El relato de Pentecostés (cf. Hch 2, 1-11), Nos muestra dos ámbitos de la acción del Espíritu Santo en la Iglesia: en nosotros y en la misión, con dos características: la fuerza y la gentileza.

La acción del Espíritu en nosotros es fuerte, como lo simbolizan los signos del viento y del fuego, que a menudo en la Biblia se asocian con el poder de Dios (cf. Ex 19, 16-19). Sin esta fuerza, nunca lograríamos vencer al mal, ni a los deseos de la carne de los que habla San Pablo, o a vencer esas pulsiones del alma: la impureza, la idolatría, las discordias, las envidias... (cf. Gal 5, 19-21): con el Espíritu pueden vencerse, Él nos da la fuerza para hacerlo, porque entra en nuestro corazón “árido, rígido y frío” (cf. Secuencia Veni Sancte Spiritus). Esas pulsiones arruinan nuestras relaciones con los demás y dividen a nuestras comunidades, y Él entra en el corazón y cura todo.

También nos lo muestra Jesús, cuando, impulsado por el Espíritu, se retira durante cuarenta días al desierto (cf. Mt 4, 1-11) para ser tentado. Y en ese tiempo también su humanidad crece, se fortalece y se prepara para la misión.

Al mismo tiempo, la acción del Paráclito en nosotros es también gentil: es fuerte y gentil. El viento y el fuego no destruyen ni incendian lo que tocan: uno llena la casa en la que se encuentran los discípulos y el otro se posa delicadamente, en forma de flamas, sobre la cabeza de cada uno. Y también está delicadeza es un rasgo de la acción de Dios que encontramos muchas veces en la Biblia.

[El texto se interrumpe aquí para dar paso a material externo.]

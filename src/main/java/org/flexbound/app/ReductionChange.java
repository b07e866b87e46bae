package org.flexbound.app;

import java.util.ArrayList;
import java.util.LinkedHashMap;
import java.util.List;
import java.util.Map;
import org.flexbound.report.Rounded;
import org.flexbound.report.UnitSystem;
import org.flexbound.report.results.Coefficient;
import org.flexbound.report.results.Finding;
import org.flexbound.report.results.Results;
import org.flexbound.report.results.Run;

/**
 * What changed from one reduction of a log to the next, in sentences: verdicts, coefficients that
 * moved by more than their uncertainty before, findings that came or went.
 */
final class ReductionChange {
  /** Comes and goes with the program in which the log is being edited. */
  private static final String OPEN_ELSEWHERE = "DOC-OPEN-ELSEWHERE";

  private final Results before;
  private final Results after;
  private final UnitSystem units;

  ReductionChange(Results before, Results after, UnitSystem units) {
    this.before = before;
    this.after = after;
    this.units = units;
  }

  /** The sentences: runs, coefficients, findings; none where nothing changed. */
  List<String> sentences() {
    List<String> sentences = new ArrayList<>();
    runs(sentences);
    coefficients(sentences);
    findings(sentences);
    return sentences;
  }

  private void runs(List<String> sentences) {
    Map<String, Run> old = new LinkedHashMap<>();
    before.runs().forEach(run -> old.put(run.name(), run));
    for (Run run : after.runs()) {
      Run was = old.remove(run.name());
      if (was == null) {
        sentences.add("run " + run.name() + " is new: " + run.verdict());
      } else if (!was.verdict().equals(run.verdict())) {
        sentences.add("run " + run.name() + ": " + was.verdict() + " → " + run.verdict());
      } else if (!was.reasons().equals(run.reasons())) {
        sentences.add("run " + run.name() + ": still " + run.verdict() + ", the reasons are others");
      }
    }
    old.values().forEach(run -> sentences.add("run " + run.name() + " is gone"));
  }

  private static String key(Coefficient c) {
    return c.gauge() + " under " + c.load();
  }

  private void coefficients(List<String> sentences) {
    Map<String, Coefficient> old = new LinkedHashMap<>();
    before.coefficients().forEach(c -> old.put(key(c), c));
    for (Coefficient now : after.coefficients()) {
      Coefficient was = old.remove(key(now));
      if (was == null) {
        sentences.add("coefficient " + key(now) + " is new: " + shown(now));
        continue;
      }
      double moved = Math.abs(now.value() - was.value());
      // a reading that spoils a run widens what comes after it: what it was before is the measure
      double u = was.standardUncertainty();
      if (moved > u) {
        sentences.add(
            "coefficient "
                + key(now)
                + ": "
                + shown(was)
                + " → "
                + shown(now)
                + " ("
                + Rounded.significant(moved / u, 2)
                + " standard uncertainties)");
      }
    }
    old.values().forEach(c -> sentences.add("coefficient " + key(c) + " is gone"));
  }

  private String shown(Coefficient c) {
    return Rounded.value(
            units.shown(c.value(), c.unit()), units.shown(c.standardUncertainty(), c.unit()))
        + " "
        + units.symbol(c.unit());
  }

  private void findings(List<String> sentences) {
    List<String> old = words(before);
    List<String> now = words(after);
    now.stream()
        .filter(text -> !old.contains(text))
        .forEach(text -> sentences.add("new: " + text));
    old.stream()
        .filter(text -> !now.contains(text))
        .forEach(text -> sentences.add("gone: " + text));
  }

  private static List<String> words(Results results) {
    return results.findings().stream()
        .filter(finding -> !finding.code().equals(OPEN_ELSEWHERE))
        .map(ReductionChange::words)
        .toList();
  }

  private static String words(Finding finding) {
    return finding.severity()
        + (finding.where().isEmpty() ? "" : " " + finding.where())
        + ": "
        + finding.message();
  }
}
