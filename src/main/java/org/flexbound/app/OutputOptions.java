package org.flexbound.app;

import java.nio.file.Path;
import org.flexbound.report.UnitSystem;
import picocli.CommandLine.ITypeConverter;
import picocli.CommandLine.Option;
import picocli.CommandLine.TypeConversionException;

/** Where and in which units a command writes. */
final class OutputOptions {
  @Option(
      names = "--out",
      paramLabel = "DIR",
      defaultValue = "flexbound-out",
      description = "Folder to write to; made if it is not there (default: ${DEFAULT-VALUE}).")
  Path folder = Path.of("flexbound-out");

  @Option(
      names = "--units",
      paramLabel = "UNITS",
      defaultValue = "mm-kn",
      converter = Converter.class,
      description =
          "Units of the summary and the report: si, mm-kn or in-lbf (default: ${DEFAULT-VALUE}). "
              + "results.json is always in SI.")
  UnitSystem units = UnitSystem.MM_KN;

  /** Reads the name of a set of units. */
  static final class Converter implements ITypeConverter<UnitSystem> {
    @Override
    public UnitSystem convert(String value) {
      try {
        return UnitSystem.parse(value);
      } catch (IllegalArgumentException unknown) {
        throw new TypeConversionException(unknown.getMessage());
      }
    }
  }
}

Y es hermoso ver cómo la misma mano robusta y callosa que primero labró los surcos de las pasiones, después delicadamente, siembra las plantitas de la virtud, las “riega”, las “cura” (cf. Secuencia) y las protege con amor, para que te crezcan y se robustezcan, y nosotros podamos saborear, después de la fatiga del combate contra el mal, la dulzura de la misericordia y de la comunión con Dios. Así es el Espíritu: fuerte, nos dan fuerza para vencer, y también delicado. Se habla de la unción del Espíritu, el Espíritu nos unge, está con nosotros. Como dice una hermosa oración de la Iglesia antigua: «Que tu mansedumbre permanezca, oh Señor, conmigo y así los frutos de tu amor» (Odas de Salomón, 14, 6).

El Espíritu Santo, que descendió sobre los discípulos y se hizo cercano – es decir “paráclito” –actúe transformando sus corazones e infundiendo en ellos una «audacia que los impulsa a transmitir a los demás su experiencia de Jesús y la esperanza que los anima» (S. Juan Pablo II, Enc. Redemptoris missio, 24). Como atestiguarán después Pedro y Juan ante el Sanedrín, cuando se pretende imponerles «no hablar de ninguna forma ni enseñar en el nombre de Jesús» (Hch 4, 18); ellos responderán: «No podemos callar lo que hemos visto y oído» (v. 20). Y para responder esto tiene una fuerza del Espíritu Santo.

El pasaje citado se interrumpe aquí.